Siblings' tours dovetail in eastern Afghanistan
U.S. Army 2nd Lt. Kyle Thomas, brigade medical supply officer, Charlie Company, 4th Brigade Special Troops Battalion, 4th Brigade Combat Team, 10th Mountain Division, poses with his older sister, U.S. Army 1st Lt. Rebecca Stratford, support operations medical officer in charge, Charlie Company, 426th Brigade Support Battalion, 1st BCT, 101st Airborne Division, both of King George County, Va., at Forward Operating Base Fenty, Nangarhar province, Afghanistan, July 18, 2013. For a few weeks in July, Thomas and Stratford will work alongside each other as his unit comes in to replace hers at Fenty. (U.S. Army photo by Sgt. Margaret Taylor, 129th Mobile Public Affairs Detachment)

NANGARHAR PROVINCE, Afghanistan - "Tag out," Rebecca Stratford said, giving her younger brother, Kyle Thomas, a high-five.

With a grin, Kyle replied, "That's right! Leave me the keys to the FOB."

U.S. Army 2nd Lt. Kyle Thomas and 1st Lt. Rebecca Stratford are both medical platoon leaders by trade and are currently serving together at Forward Operating Base Fenty, Nangarhar province, Afghanistan.

For a few short weeks in July, anyway.

Kyle, the brigade medical supply officer for Charlie Company, 4th Brigade Special Troops Battalion, 4th Bde. Combat Team, 10th Mountain Division, is coming in, and Rebecca, support operations medical officer-in-charge, Charlie Company, 426th Bde. Support Bn., 1st BCT, 101st Airborne Div., is going out: his unit is replacing hers at Fenty.

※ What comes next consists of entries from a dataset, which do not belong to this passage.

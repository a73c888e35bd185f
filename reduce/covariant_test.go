package reduce

// Covariant actions against formulas from published papers, exact, modulo the background
// equations.

import (
	"os"
	"path/filepath"
	"regexp"
	"strings"
	"testing"

	"remnant/expr/field"
	"remnant/expr/oper"
	"remnant/parse"
	"remnant/rules"
)

// theory says what the functions of L = K − G₃□φ + G₄R + … are in a model: by name and
// derivatives, such as "G4,X", an expression of the model; a name alone stands for itself
// with all its derivatives, and what is not listed is zero.
type theory map[string]string

var functionToken = regexp.MustCompile(`\b(K|G3|G4|G5)((?:,(?:phi|X))*)`)

// in writes a formula for the theory, with X = φ'²/2 on the cosmic clock.
func (th theory) in(formula string) string {
	return functionToken.ReplaceAllStringFunc(formula, func(token string) string {
		if value, ok := th[token]; ok {
			return "(" + value + ")"
		}
		name, derivatives, _ := strings.Cut(token, ",")
		if value := th[name]; value != "" && identifier.MatchString(value) {
			return "(" + value + "," + derivatives + ")"
		}
		return "0"
	})
}

var identifier = regexp.MustCompile(`^[A-Za-z][A-Za-z0-9]*$`)

// The quantities of Kobayashi, Yamaguchi, Yokoyama 2011, arXiv:1105.5723: ℰ and 𝒫 of the
// background equations (section 3), ℱ_T and 𝒢_T of tensors, Σ and Θ of scalars (section 4).
const (
	kyyEnergy = `2*X*K,X - K
		+ 6*X*phi'*H*G3,X - 2*X*G3,phi
		- 6*H^2*G4 + 24*H^2*X*(G4,X + X*G4,X,X) - 12*H*X*phi'*G4,phi,X - 6*H*phi'*G4,phi
		+ 2*H^3*X*phi'*(5*G5,X + 2*X*G5,X,X) - 6*H^2*X*(3*G5,phi + 2*X*G5,phi,X)`
	kyyPressure = `K - 2*X*(G3,phi + phi''*G3,X)
		+ 2*(3*H^2 + 2*H')*G4 - 12*H^2*X*G4,X - 4*H*phi'*phi''*G4,X - 8*H'*X*G4,X - 8*H*X*phi'*phi''*G4,X,X
		+ 2*(phi'' + 2*H*phi')*G4,phi + 4*X*G4,phi,phi + 4*X*(phi'' - 2*H*phi')*G4,phi,X
		- 2*X*(2*H^3*phi' + 2*H*H'*phi' + 3*H^2*phi'')*G5,X - 4*H^2*X^2*phi''*G5,X,X
		+ 4*H*X*(phi'*phi'' - H*X)*G5,phi,X + 2*(2*(H'*X + H*phi'*phi'') + 3*H^2*X)*G5,phi + 4*H*X*phi'*G5,phi,phi`
	kyyFT    = `2*(G4 - X*(phi''*G5,X + G5,phi))`
	kyyGT    = `2*(G4 - 2*X*G4,X - X*(H*phi'*G5,X - G5,phi))`
	kyySigma = `X*K,X + 2*X^2*K,X,X + 12*H*phi'*X*G3,X + 6*H*phi'*X^2*G3,X,X - 2*X*G3,phi - 2*X^2*G3,phi,X
		- 6*H^2*G4 + 6*(H^2*(7*X*G4,X + 16*X^2*G4,X,X + 4*X^3*G4,X,X,X)
		- H*phi'*(G4,phi + 5*X*G4,phi,X + 2*X^2*G4,phi,X,X))
		+ 30*H^3*phi'*X*G5,X + 26*H^3*phi'*X^2*G5,X,X + 4*H^3*phi'*X^3*G5,X,X,X
		- 6*H^2*X*(6*G5,phi + 9*X*G5,phi,X + 2*X^2*G5,phi,X,X)`
	kyyTheta = `- phi'*X*G3,X + 2*H*G4 - 8*H*X*G4,X - 8*H*X^2*G4,X,X + phi'*G4,phi + 2*X*phi'*G4,phi,X
		- H^2*phi'*(5*X*G5,X + 2*X^2*G5,X,X) + 2*H*X*(3*G5,phi + 2*X*G5,phi,X)`
)

// at evaluates a formula of the theory in the model's field.
func (th theory) at(t testing.TB, m *parse.Model, formula string) field.Elem {
	t.Helper()
	formula = th.in(strings.Join(strings.Fields(formula), " "))
	return eval(t, m, onClock(m, kineticToken.ReplaceAllString(formula, "${1}(phi'^2/2)")))
}

// kineticToken is X where it is no derivative.
var kineticToken = regexp.MustCompile(`(^|[^,A-Za-z])X\b`)

// cosmicToken is what the formulas say with cosmic time; cosmic says it on another clock.
var (
	cosmicToken = regexp.MustCompile(`\b(phi''|phi'|H'|H\b)`)
	cosmic      = map[parse.Clock]map[string]string{
		parse.Conformal: {"phi''": "((phi'/a)'/a)", "phi'": "(phi'/a)", "H'": "((H/a)'/a)", "H": "(H/a)"},
		parse.Efolds:    {"phi''": "(H*(H*phi')')", "phi'": "(H*phi')", "H'": "(H*H')"},
	}
)

// onClock writes a formula in cosmic time on the model's clock.
func onClock(m *parse.Model, formula string) string {
	return cosmicToken.ReplaceAllStringFunc(formula, func(token string) string {
		if other, ok := cosmic[m.Clock][token]; ok {
			return other
		}
		return token
	})
}

var secondOrderTheories = []struct {
	model string
	theory
}{
	{"lapwing.act", theory{"K": "phi'^2/2 - V", "K,X": "1", "K,phi": "-V,phi", "G4": "M^2/2"}},
	{"kestrel.act", theory{"K": "P", "G4": "M^2/2"}},
	{"redshank.act", theory{"K": "P", "G3": "G3", "G4": "M^2/2"}},
	{"godwit.act", theory{"G4": "G4"}},
	{"turnstone.act", theory{"K": "P", "G4": "M^2/2", "G5": "G5"}},
	{"knot.act", theory{"K": "G2", "G3": "G3", "G4": "G4", "G5": "G5"}},
}

// modelText is a shipped model.
func modelText(t testing.TB, name string) string {
	t.Helper()
	data, err := os.ReadFile(filepath.Join("..", "testdata", name))
	if err != nil {
		t.Fatal(err)
	}
	return string(data)
}

// onClocks runs a test for every theory on every clock.
func onClocks(t *testing.T, test func(t *testing.T, th theory, m *parse.Model)) {
	for _, tc := range secondOrderTheories {
		for _, clock := range []string{"cosmic", "conformal", "efolds"} {
			t.Run(tc.model+"/"+clock, func(t *testing.T) {
				test(t, tc.theory, model(t, tc.model, strings.Replace(modelText(t, tc.model), "clock cosmic", "clock "+clock, 1)))
			})
		}
	}
}

// The background equations off shell: that of A is −N̄a³ Σℰᵢ, and that of ζ is 3N̄a³ Σ𝒫ᵢ.
func TestSecondOrderBackground(t *testing.T) {
	onClocks(t, func(t *testing.T, th theory, m *parse.Model) {
		density := m.Lapse.Mul(m.A.Pow(3))
		energy := th.at(t, m, kyyEnergy).Mul(density).Neg()
		pressure := th.at(t, m, kyyPressure).Mul(density).Scale(3, 1)
		x, err := rules.Expand(m)
		if err != nil {
			t.Fatal(err)
		}
		same(t, "equation of A", &x.Equations[0].Value, energy)
		same(t, "equation of ζ", &x.Equations[1].Value, pressure)
	})
}

// Scalars, on the clocks; checkScalars has the formulas.
func TestSecondOrderScalars(t *testing.T) {
	onClocks(t, func(t *testing.T, th theory, m *parse.Model) {
		r := mustReduce(t, m)
		checkScalars(t, m, r, th.at(t, m, kyyGT), th.at(t, m, kyyFT), th.at(t, m, kyySigma), th.at(t, m, kyyTheta))
	})
}

// S = ⅛∫dt a³[G_T γ'_ij² − F_T(∂γ_ij)²/a²] for tensors, with two polarisations; vectors do not
// propagate. The same paper, section 4. For the canonical field it is a³M²/8.
func TestSecondOrderTensorsAndVectors(t *testing.T) {
	onClocks(t, func(t *testing.T, th theory, m *parse.Model) {
		r := mustReduce(t, m.Variant(m.Gauge, parse.TensorSector))
		checkTensors(t, m, r, th.at(t, m, kyyGT), th.at(t, m, kyyFT))
		noVectors(t, m)
	})
}

// z² = a²(ρ + p)/(c_s²H²) with c_s² = P,X/(P,X + 2X P,XX), Garriga, Mukhanov 1999,
// hep-th/9904176, for S = ½∫z²[ζ'² − c_s²(∂ζ)²] in conformal time.
func TestGeneralKineticFunction(t *testing.T) {
	m := load(t, "kestrel.act")
	s := mustReduce(t, m).Single
	same(t, "sound speed squared", s.SoundSpeed2, eval(t, m, "P,X/(P,X + phi'^2*P,X,X)"))
	same(t, "z²", s.ZSquared, eval(t, m, "a^2*phi'^2*(P,X + phi'^2*P,X,X)/H^2"))
}

// substituted is e𝒟e, the operator of v where u = e·v.
func substituted(d oper.Oper, e field.Elem) oper.Oper { return oper.New(e).Mul(d).Mul(oper.New(e)) }

// In the flat gauge ζ = −Hδφ/φ', and in every gauge ζ − Hδφ/φ' is the ζ of the unitary one
// (Maldacena 2003, astro-ph/0210603, section 2): one operator in all three gauges.
func TestGaugesAgree(t *testing.T) {
	models := map[string]*parse.Model{
		"knot of X": model(t, "knot.act", strings.Replace(modelText(t, "knot.act"),
			"G3(phi, X), G4(phi, X), G5(phi, X)", "G3(X), G4(X), G5(X)", 1)),
	}
	for _, name := range []string{"lapwing", "kestrel", "redshank", "ruff", "godwit", "turnstone"} {
		models[name] = load(t, name+".act")
	}
	for name, m := range models {
		t.Run(name, func(t *testing.T) {
			unitary := mustReduce(t, m)
			want := unitary.Remaining.Matrix().At(0, 0)

			flat := m.Variant(parse.Flat, parse.ScalarSector)
			flat.Keep = &parse.Keep{Name: "dphi", Field: fieldIndex(t, flat, "dphi")}
			r := mustReduce(t, flat)
			if r.Variable != "dphi" {
				t.Fatalf("flat gauge: %q remains, want δφ", r.Variable)
			}
			if got := substituted(r.Remaining.Matrix().At(0, 0), eval(t, m, "-phi'/H")); !got.Equal(want) {
				t.Errorf("flat gauge: %v, want %v", got, want)
			}

			newtonian := m.Variant(parse.Newtonian, parse.ScalarSector)
			newtonian.Keep = &parse.Keep{Name: "u", Field: -1, Definition: []parse.LinearTerm{
				{Coef: m.K.Int(1), U: parse.Factor{Field: fieldIndex(t, newtonian, "zeta")}},
				{Coef: eval(t, m, "-H/phi'"), U: parse.Factor{Field: fieldIndex(t, newtonian, "dphi")}},
			}}
			r = mustReduce(t, newtonian)
			if r.Variable != "u" {
				t.Fatalf("newtonian gauge: %q remains, want ζ − Hδφ/φ'", r.Variable)
			}
			if got := r.Remaining.Matrix().At(0, 0); !got.Equal(want) {
				t.Errorf("newtonian gauge: %v, want %v", got, want)
			}
		})
	}
}

func fieldIndex(t testing.TB, m *parse.Model, name string) int {
	t.Helper()
	for i, f := range m.Fields {
		if f.Name == name {
			return i
		}
	}
	t.Fatalf("no field %s", name)
	return -1
}

// M²R/2 − Λ + αR² + βWeyl² has eight degrees of freedom: the graviton's two, the scalar of
// R² and the five of a massive spin two; by sectors 2 scalar, 2 vector and 4 tensor ones
// (Stelle 1977, Phys. Rev. D 16, 953).
func TestSquaresOfCurvature(t *testing.T) {
	m := load(t, "stilt.act")
	total := 0
	for sector, want := range map[parse.Sector]int{parse.ScalarSector: 2, parse.VectorSector: 2, parse.TensorSector: 4} {
		r := mustReduce(t, m.Variant(m.Gauge, sector))
		if r.DegreesOfFreedom != want {
			t.Errorf("%v sector: %d degrees of freedom, want %d", sector, r.DegreesOfFreedom, want)
		}
		total += r.DegreesOfFreedom
	}
	if total != 8 {
		t.Errorf("%d degrees of freedom in all, want 8", total)
	}
}

// On flat space the squares of curvature give a scalar of m₀² = M²/(12α) and a massive spin two of
// m₂² = −M²/(4β) beside the massless graviton (the same paper, section 3, written for αR² +
// βWeyl², which is (α − 2β/3)R² + 2βRic² up to the Gauss–Bonnet density).
func TestSquaresOfCurvatureOnFlatSpace(t *testing.T) {
	const stint = `model "Stint: the squares of curvature on flat space"
constants M > 0, alpha, beta
background a
given a' = 0
gauge newtonian
lagrangian covariant = M^2*R/2 + alpha*R^2 + beta*Weyl.abcd*Weyl.abcd
`
	// ω² − k²/a² of the modes in each sector
	masses := map[parse.Sector][]string{
		parse.ScalarSector: {"M^2/(12*alpha)", "-M^2/(4*beta)"},
		parse.VectorSector: {"-M^2/(4*beta)"},
		parse.TensorSector: {"0", "-M^2/(4*beta)"},
	}
	m := model(t, "stint.act", stint)
	for sector, list := range masses {
		want := oper.New(m.K.Int(1))
		for _, mass := range list { // coefficients are constant: the factors commute
			factor := oper.New(eval(t, m, "k^2/a^2 + ("+mass+")")).Add(oper.Mono(m.K.Int(1), 2))
			want = want.Mul(factor)
		}
		r := mustReduce(t, m.Variant(m.Gauge, sector))
		if got := oper.New(r.Single.EquationOfMotion...); !got.Equal(want) {
			t.Errorf("%v sector: the equation of motion is %v, want %v", sector, got, want)
		}
	}
}

// Unitary variables of a Gauss–Bonnet coupling, M²R/2 + X − V + f(φ)·R²_GB: 𝒢_T, ℱ_T, Σ and Θ of
// Kobayashi, Yamaguchi, Yokoyama 2011, arXiv:1105.5723, section 2 (its functions) and 4.
const (
	gaussBonnetGT    = "M^2 + 8*H*(f)'"
	gaussBonnetFT    = "M^2 + 8*(f)''"
	gaussBonnetSigma = "phi'^2/2 - 3*M^2*H^2 - 48*H^3*(f)'"
	gaussBonnetTheta = "M^2*H + 12*H^2*(f)'"
)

That they're both in Afghanistan at the same time tugs heartstrings back home.

"I know our poor mother is a wreck, because she gets one back and sends one off to war," said Rebecca, whose married name is Stratford. "[But] our parents are extremely proud of us. They understand that this is our chosen path, and they support it no matter what."

Kyle and Rebecca are quite happy to share even this short time with each other during their respective deployments.

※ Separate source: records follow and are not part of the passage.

using System.Collections.Immutable;
using System.Globalization;

namespace Bandtide.Core.Bands;

/// <summary>The bands every network starts with.</summary>
/// <remarks>
/// Limits: ITU Radio Regulations, Article 5, Table of Frequency Allocations. A listener hears what others transmit, whatever
/// his own Region, so a band is the union of the three Regions' allocations, except that what broadcasting and amateurs share
/// between Regions is a band of its own (3900-4000, 7200-7300 kHz), and that 2495-2502 kHz, standard frequency in Regions 2
/// and 3 and partly so in Region 1, is kept out of the 120 m band. Tropical broadcasting (No. 5.113): 120, 90 and 60 m.
/// The amateur 80 m band ends at 3900 kHz, where mixed use begins.
/// The order of the list gives the identities: append, never insert.
/// </remarks>
internal static class StandardBands
{
    private const short FirstServiceId = 1;
    private const short FirstSliceId = 100;

    private static readonly (string Code, string Name, double[] EdgesKhz)[] Service =
    [
        ("bc-lw", "Long-wave broadcasting", [148.5, 283.5]),
        ("bc-mw", "Medium-wave broadcasting", [525, 1705]),
        ("bc-120m", "120 m broadcasting", [2300, 2495]),
        ("bc-90m", "90 m broadcasting", [3200, 3400]),
        ("bc-60m", "60 m broadcasting", [4750, 4995, 5005, 5060]),
        ("bc-49m", "49 m broadcasting", [5900, 6200]),
        ("bc-41m", "41 m broadcasting", [7300, 7450]),
        ("bc-31m", "31 m broadcasting", [9400, 9900]),
        ("bc-25m", "25 m broadcasting", [11600, 12100]),
        ("bc-22m", "22 m broadcasting", [13570, 13870]),
        ("bc-19m", "19 m broadcasting", [15100, 15800]),
        ("bc-16m", "16 m broadcasting", [17480, 17900]),
        ("bc-15m", "15 m broadcasting", [18900, 19020]),
        ("bc-13m", "13 m broadcasting", [21450, 21850]),
        ("bc-11m", "11 m broadcasting", [25670, 26100]),
        ("ama-160m", "160 m amateur", [1800, 2000]),
        ("ama-80m", "80 m amateur", [3500, 3900]),
        ("ama-60m", "60 m amateur", [5351.5, 5366.5]),
        ("ama-40m", "40 m amateur", [7000, 7200]),
        ("ama-30m", "30 m amateur", [10100, 10150]),
        ("ama-20m", "20 m amateur", [14000, 14350]),
        ("ama-17m", "17 m amateur", [18068, 18168]),
        ("ama-15m", "15 m amateur", [21000, 21450]),
        ("ama-12m", "12 m amateur", [24890, 24990]),
        ("ama-10m", "10 m amateur", [28000, 29700]),
        ("mix-3900", "Broadcasting or amateur by Region", [3900, 4000]),
        ("mix-7200", "Broadcasting or amateur by Region", [7200, 7300]),
        ("std-2500", "Standard frequency 2500 kHz", [2495, 2502]),
        ("std-5000", "Standard frequency 5000 kHz", [4995, 5005]),
        ("std-10000", "Standard frequency 10000 kHz", [9995, 10005]),
        ("std-15000", "Standard frequency 15000 kHz", [14990, 15010]),
        ("std-20000", "Standard frequency 20000 kHz", [19990, 20010]),
        ("std-25000", "Standard frequency 25000 kHz", [24990, 25010]),
    ];

    /// <summary>Service bands in the written order, then the thirty slices.</summary>
    public static IEnumerable<Band> All()
    {
        for (var i = 0; i < Service.Length; i++)
        {
            var (code, name, edges) = Service[i];
            var segments = edges.Chunk(2).Select(pair => new FrequencySegment(Hz(pair[0]), Hz(pair[1]))).ToImmutableArray();
            yield return new((short)(FirstServiceId + i), code, BandLayer.Service, name, segments);
        }

        for (var megahertz = 0; megahertz < 30; megahertz++)
        {
            yield return new(
                (short)(FirstSliceId + megahertz),
                string.Create(CultureInfo.InvariantCulture, $"mhz-{megahertz:00}"),
                BandLayer.Slice,
                string.Create(CultureInfo.InvariantCulture, $"{megahertz} MHz slice"),
                [new FrequencySegment(megahertz * 1_000_000, (megahertz + 1) * 1_000_000)]);
        }
    }

    private static int Hz(double kilohertz) => (int)Math.Round(kilohertz * 1000);
}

"It's awesome. It's absolutely awesome," she said. "Most people don't get to share this experience with their family."

The military has long been a part of the siblings' lives. Their father was in the Coast Guard when they were young, and both Kyle and Rebecca participated in the Junior Reserve Officers' Training Corps in high school.

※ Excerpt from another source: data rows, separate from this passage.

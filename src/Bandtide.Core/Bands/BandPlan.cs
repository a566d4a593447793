using System.Collections.Frozen;
using System.Collections.Immutable;
using System.Diagnostics.CodeAnalysis;

namespace Bandtide.Core.Bands;

/// <summary>All bands a network knows, in both layers. Immutable; the same for every station.</summary>
/// <remarks>
/// A plan only grows: bands are added (<see cref="With"/>), never changed in place, so that what is stored keeps its meaning.
/// Identities: service bands from 1 and slices from 100 (<see cref="StandardBands"/>), added bands from <see cref="FirstAddedId"/>.
/// </remarks>
public sealed class BandPlan
{
    /// <summary>High end of the plan in Hz: 30 MHz, not part of it.</summary>
    public const int HighestHz = 30_000_000;

    /// <summary>Smallest identity of an added band.</summary>
    public const short FirstAddedId = 1000;

    private readonly FrozenDictionary<string, Band> byCode;
    private readonly FrozenDictionary<short, Band> byId;
    private readonly Utf8CodeIndex byUtf8Code;
    private readonly ImmutableArray<Band>[] layers;

    private BandPlan(IEnumerable<Band> bands)
    {
        var sorted = bands.OrderBy(band => band.Layer).ThenBy(band => band.LowHz).ToImmutableArray();
        All = sorted;
        byCode = sorted.ToFrozenDictionary(band => band.Code, StringComparer.Ordinal);
        byId = sorted.ToFrozenDictionary(band => band.Id);
        byUtf8Code = new(sorted);
        layers = [.. Enum.GetValues<BandLayer>().Select(layer => sorted.Where(band => band.Layer == layer).ToImmutableArray())];
    }

    /// <summary>The plan without additions.</summary>
    public static BandPlan Standard { get; } = new(StandardBands.All());

    /// <summary>Every band: the service layer, then the slices, each by lowest edge.</summary>
    public IReadOnlyList<Band> All { get; }

    /// <summary>The smallest identity that an added band may take and none has.</summary>
    public short NextId => (short)Math.Max(FirstAddedId, byId.Keys.Max() + 1);

    /// <summary>The bands of a layer by lowest edge.</summary>
    public IReadOnlyList<Band> Layer(BandLayer layer) => layers[(int)layer];

    /// <summary>The band with an identity, or <c>null</c>.</summary>
    public Band? ById(short id) => byId.GetValueOrDefault(id);

    /// <summary>Finds a band by its exact code.</summary>
    public bool TryGet(string code, [MaybeNullWhen(false)] out Band band) => byCode.TryGetValue(code, out band);

    /// <summary>Finds a band by its exact code in UTF-8. Allocates nothing: made for reading millions of rows.</summary>
    public bool TryGet(ReadOnlySpan<byte> utf8Code, [MaybeNullWhen(false)] out Band band) => byUtf8Code.TryGet(utf8Code, out band);

    /// <summary>The band of a layer that holds a frequency in Hz, or <c>null</c>.</summary>
    public Band? At(BandLayer layer, double hz) => Layer(layer).FirstOrDefault(band => band.Contains(hz));

    /// <summary>This plan with more bands, or every reason against them.</summary>
    /// <param name="added">Bands of either layer with identities from <see cref="FirstAddedId"/>; none is allowed too.</param>
    public BandPlanExtension With(IEnumerable<Band> added)
    {
        ArgumentNullException.ThrowIfNull(added);
        var accepted = new List<Band>(All);
        var problems = new List<BandPlanProblem>();
        foreach (var band in added)
        {
            var found = BandRules.Check(band, accepted);
            problems.AddRange(found);
            if (found.Count == 0)
            {
                accepted.Add(band);
            }
        }

        return problems.Count == 0 ? new(new(accepted), []) : new(null, problems);
    }
}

Though they both still call King George County, Va., home, they each left the nest for college. Rebecca studied molecular genetics at Clemson University in South Carolina; Kyle majored in aviation at Ohio University. Both gained their commissions through the ROTC programs at their schools.

Following in Rebecca's footsteps, Kyle said he chose a military career for the opportunities it promised.

"The same with my sister, I knew the military was going to be a great path for me," said Kyle. "It's provided so many opportunities: career opportunities, networking, things of that nature."

For him, the Army provides a way to pursue his dream of becoming a chopper pilot. However, military aviation is an extremely competitive and selective field. On account of this, Kyle said he's trying the backdoor approach: Going through the medical branch to become a Medevac pilot.

"I want to fly helicopters," he said. "That's my end state."

As for Rebecca, she plans to stay in the medical field, and was recently accepted into a clinical laboratory program at Walter Reed National Military Medical Center in Maryland, which she'll start next year.

"I'm really excited," she said. "I get to go back to the lab, which is my passion."

For the time being, however, the siblings find themselves serving in Afghanistan together.

"I wholeheartedly believe that this will not be the [last] time that Kyle and I end up taking over for each other, or working in the same battle space, or working at the same post," she said. "I fully expect we'll be crossing paths throughout our Army careers."

That they're crossing paths at Fenty is largely due to the size of the Army's medical branch - it's relatively small. This has afforded them an opportunity not many service members get.

"Sometimes it's hard for Soldiers to go home and try and explain what this experience is like to their family members," Rebecca said. "But I'm lucky in that I have someone sitting right next to me who gets it. Who completely gets it. It's just the coolest thing."